- [WHAT TO DO] Which lines of the records below contain the word "entered"? Copy each of them out.

Saved data entries
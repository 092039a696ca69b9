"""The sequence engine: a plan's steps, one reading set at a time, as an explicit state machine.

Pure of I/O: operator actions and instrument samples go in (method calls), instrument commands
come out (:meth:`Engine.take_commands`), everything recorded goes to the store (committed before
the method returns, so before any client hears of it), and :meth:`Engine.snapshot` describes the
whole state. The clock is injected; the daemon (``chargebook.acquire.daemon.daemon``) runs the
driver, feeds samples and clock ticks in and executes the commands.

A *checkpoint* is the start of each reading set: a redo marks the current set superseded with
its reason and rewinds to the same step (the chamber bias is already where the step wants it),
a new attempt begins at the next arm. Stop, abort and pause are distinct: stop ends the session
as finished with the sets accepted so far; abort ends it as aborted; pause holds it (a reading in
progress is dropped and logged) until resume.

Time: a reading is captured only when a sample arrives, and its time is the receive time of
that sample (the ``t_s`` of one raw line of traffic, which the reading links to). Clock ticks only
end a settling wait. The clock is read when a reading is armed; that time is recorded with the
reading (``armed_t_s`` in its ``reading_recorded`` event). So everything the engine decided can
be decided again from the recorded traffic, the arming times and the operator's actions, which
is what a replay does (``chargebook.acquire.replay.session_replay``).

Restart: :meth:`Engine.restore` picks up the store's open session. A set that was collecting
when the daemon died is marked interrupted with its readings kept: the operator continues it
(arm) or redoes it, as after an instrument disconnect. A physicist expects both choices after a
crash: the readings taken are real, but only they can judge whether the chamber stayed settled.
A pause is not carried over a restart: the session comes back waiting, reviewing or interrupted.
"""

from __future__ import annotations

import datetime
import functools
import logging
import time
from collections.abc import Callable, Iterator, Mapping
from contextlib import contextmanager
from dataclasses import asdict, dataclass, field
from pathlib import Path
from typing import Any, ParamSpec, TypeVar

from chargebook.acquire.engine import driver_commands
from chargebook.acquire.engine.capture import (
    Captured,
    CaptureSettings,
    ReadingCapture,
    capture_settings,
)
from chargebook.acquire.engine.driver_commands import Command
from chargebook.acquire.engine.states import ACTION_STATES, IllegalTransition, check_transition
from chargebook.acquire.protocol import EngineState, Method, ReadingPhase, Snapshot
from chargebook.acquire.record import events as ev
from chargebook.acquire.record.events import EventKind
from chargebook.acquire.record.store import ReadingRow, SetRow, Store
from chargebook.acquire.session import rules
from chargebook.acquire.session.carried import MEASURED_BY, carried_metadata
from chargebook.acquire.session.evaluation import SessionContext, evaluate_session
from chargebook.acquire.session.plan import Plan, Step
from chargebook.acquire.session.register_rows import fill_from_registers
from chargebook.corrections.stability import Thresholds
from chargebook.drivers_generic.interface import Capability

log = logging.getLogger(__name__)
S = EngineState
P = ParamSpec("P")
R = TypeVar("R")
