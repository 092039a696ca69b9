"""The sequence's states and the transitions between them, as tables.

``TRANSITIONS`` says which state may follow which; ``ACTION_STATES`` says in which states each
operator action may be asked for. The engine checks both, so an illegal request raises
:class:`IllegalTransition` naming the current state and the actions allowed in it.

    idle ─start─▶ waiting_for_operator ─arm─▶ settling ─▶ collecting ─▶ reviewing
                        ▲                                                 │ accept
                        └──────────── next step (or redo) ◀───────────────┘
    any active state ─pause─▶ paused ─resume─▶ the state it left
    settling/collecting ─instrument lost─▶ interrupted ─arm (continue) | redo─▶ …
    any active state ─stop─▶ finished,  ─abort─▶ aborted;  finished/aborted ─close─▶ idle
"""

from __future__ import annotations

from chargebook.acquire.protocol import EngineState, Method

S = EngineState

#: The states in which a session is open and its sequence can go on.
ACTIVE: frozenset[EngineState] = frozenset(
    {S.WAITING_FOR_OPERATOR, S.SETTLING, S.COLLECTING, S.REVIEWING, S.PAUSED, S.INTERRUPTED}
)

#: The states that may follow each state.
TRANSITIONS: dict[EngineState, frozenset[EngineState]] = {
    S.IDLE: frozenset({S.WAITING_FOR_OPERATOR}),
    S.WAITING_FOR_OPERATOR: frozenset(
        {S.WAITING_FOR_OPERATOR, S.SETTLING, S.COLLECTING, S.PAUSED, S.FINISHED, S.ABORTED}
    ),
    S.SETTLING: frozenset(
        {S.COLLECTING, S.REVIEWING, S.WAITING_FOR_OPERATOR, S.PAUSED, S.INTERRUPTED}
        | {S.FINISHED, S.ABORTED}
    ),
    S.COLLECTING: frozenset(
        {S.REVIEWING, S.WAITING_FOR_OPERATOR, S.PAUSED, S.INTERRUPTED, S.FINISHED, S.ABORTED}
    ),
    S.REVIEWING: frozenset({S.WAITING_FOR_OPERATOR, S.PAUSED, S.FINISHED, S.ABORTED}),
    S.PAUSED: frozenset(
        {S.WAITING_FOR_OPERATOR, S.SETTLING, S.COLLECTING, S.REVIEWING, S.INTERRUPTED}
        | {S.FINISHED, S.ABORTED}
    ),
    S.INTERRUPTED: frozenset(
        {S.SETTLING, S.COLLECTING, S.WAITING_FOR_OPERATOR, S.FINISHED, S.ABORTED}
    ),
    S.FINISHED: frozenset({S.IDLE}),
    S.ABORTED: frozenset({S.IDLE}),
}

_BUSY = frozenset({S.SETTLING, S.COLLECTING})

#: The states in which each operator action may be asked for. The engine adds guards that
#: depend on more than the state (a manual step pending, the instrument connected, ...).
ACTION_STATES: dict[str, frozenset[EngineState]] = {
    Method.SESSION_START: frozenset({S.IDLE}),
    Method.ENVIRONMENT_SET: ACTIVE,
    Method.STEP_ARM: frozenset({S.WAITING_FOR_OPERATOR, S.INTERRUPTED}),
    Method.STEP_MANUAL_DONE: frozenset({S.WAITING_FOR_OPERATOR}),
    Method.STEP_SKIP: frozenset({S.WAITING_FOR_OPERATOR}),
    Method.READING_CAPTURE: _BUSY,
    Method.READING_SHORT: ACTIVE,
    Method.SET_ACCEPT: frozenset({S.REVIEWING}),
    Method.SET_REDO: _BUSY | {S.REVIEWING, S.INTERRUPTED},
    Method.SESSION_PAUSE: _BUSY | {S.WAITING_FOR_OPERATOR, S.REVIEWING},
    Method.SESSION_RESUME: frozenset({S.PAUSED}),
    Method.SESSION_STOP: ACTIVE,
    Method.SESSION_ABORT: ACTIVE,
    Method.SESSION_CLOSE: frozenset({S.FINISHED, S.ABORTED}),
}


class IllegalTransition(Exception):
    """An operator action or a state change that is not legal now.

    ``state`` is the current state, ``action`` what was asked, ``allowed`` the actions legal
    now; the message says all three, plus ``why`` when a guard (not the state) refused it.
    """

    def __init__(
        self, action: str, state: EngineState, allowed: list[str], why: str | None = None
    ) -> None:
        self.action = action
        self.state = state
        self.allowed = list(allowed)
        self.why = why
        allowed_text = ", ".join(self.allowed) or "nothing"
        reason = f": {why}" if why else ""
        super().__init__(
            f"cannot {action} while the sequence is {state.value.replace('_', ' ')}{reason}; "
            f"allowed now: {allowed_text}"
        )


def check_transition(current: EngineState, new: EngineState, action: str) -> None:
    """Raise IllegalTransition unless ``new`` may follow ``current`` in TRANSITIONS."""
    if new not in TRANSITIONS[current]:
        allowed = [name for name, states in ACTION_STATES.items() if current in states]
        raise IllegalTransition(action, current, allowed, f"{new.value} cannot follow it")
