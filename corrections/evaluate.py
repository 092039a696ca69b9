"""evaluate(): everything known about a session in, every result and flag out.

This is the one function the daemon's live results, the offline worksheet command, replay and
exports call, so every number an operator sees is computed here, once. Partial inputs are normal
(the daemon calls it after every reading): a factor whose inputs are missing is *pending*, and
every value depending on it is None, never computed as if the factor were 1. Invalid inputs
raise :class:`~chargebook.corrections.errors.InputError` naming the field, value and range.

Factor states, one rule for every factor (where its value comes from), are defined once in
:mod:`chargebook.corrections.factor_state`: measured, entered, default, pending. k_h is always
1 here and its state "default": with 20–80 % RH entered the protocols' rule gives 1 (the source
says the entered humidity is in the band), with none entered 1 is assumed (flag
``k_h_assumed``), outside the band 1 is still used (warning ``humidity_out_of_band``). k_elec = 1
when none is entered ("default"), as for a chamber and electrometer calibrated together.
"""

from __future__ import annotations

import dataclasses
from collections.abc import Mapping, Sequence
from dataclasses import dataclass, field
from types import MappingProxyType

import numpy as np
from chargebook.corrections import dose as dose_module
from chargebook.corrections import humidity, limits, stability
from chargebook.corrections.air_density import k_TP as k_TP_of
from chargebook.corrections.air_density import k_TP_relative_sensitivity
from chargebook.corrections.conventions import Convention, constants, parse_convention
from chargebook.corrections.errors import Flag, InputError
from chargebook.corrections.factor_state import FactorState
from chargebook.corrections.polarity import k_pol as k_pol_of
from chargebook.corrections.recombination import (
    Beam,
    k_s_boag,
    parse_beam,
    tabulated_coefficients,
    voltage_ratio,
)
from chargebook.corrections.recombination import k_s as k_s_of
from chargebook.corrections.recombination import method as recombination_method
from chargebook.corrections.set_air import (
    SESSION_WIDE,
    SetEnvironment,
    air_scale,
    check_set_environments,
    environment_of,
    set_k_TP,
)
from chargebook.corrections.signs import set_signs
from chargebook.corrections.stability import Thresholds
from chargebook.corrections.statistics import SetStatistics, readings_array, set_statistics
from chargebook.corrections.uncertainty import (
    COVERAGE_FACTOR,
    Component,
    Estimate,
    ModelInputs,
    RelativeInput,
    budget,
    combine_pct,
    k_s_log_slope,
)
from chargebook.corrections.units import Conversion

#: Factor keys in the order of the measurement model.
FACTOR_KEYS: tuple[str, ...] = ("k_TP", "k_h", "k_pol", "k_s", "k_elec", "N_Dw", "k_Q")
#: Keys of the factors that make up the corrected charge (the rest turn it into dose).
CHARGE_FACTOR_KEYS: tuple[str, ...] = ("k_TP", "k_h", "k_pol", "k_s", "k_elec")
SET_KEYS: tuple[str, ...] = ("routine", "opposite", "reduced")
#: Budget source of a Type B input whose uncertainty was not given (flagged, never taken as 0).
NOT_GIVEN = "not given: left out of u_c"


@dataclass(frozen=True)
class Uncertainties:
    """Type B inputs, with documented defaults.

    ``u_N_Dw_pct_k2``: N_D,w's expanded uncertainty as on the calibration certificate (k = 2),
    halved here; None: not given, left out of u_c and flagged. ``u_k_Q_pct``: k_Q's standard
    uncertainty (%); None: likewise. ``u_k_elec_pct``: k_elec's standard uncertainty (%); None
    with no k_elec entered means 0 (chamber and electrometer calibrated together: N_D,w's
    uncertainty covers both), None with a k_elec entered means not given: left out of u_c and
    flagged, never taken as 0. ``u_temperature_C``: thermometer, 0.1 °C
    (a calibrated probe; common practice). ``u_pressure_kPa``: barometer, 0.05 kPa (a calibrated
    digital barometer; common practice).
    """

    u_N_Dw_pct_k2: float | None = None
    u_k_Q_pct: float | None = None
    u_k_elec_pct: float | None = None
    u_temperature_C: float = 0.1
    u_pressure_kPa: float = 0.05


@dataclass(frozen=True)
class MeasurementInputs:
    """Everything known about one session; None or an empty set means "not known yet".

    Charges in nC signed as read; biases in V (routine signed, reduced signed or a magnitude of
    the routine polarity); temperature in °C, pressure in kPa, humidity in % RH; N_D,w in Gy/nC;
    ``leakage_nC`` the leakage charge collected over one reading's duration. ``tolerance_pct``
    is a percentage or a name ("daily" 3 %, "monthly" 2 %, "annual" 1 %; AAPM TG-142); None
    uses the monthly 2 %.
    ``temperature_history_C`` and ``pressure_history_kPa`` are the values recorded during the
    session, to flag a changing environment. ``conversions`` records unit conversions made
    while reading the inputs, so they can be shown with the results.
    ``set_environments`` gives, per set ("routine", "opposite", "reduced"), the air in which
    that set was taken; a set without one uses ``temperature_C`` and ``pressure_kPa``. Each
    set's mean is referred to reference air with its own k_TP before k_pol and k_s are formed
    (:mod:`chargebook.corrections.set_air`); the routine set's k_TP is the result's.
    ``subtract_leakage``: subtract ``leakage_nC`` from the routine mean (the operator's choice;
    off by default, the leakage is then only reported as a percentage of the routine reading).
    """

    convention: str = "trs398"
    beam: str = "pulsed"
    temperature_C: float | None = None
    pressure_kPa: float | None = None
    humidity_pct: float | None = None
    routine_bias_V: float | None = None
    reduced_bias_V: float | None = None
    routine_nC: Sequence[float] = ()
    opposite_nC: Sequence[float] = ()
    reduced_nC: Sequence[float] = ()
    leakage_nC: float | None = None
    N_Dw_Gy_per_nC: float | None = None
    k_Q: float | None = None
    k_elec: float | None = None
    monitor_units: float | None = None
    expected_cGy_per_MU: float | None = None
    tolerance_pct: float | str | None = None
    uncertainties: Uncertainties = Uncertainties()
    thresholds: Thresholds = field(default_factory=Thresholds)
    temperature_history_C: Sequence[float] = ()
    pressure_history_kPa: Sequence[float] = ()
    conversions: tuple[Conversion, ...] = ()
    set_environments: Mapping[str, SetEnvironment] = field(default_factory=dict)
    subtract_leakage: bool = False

- [RESULT]
:mod:`chargebook.corrections.factor_state`: measured, entered, default, pending. k_h is always
1 here and its state "default": with 20–80 % RH entered the protocols' rule gives 1 (the source
says the entered humidity is in the band), with none entered 1 is assumed (flag
when none is entered ("default"), as for a chamber and electrometer calibrated together.
    with no k_elec entered means 0 (chamber and electrometer calibrated together: N_D,w's
    uncertainty covers both), None with a k_elec entered means not given: left out of u_c and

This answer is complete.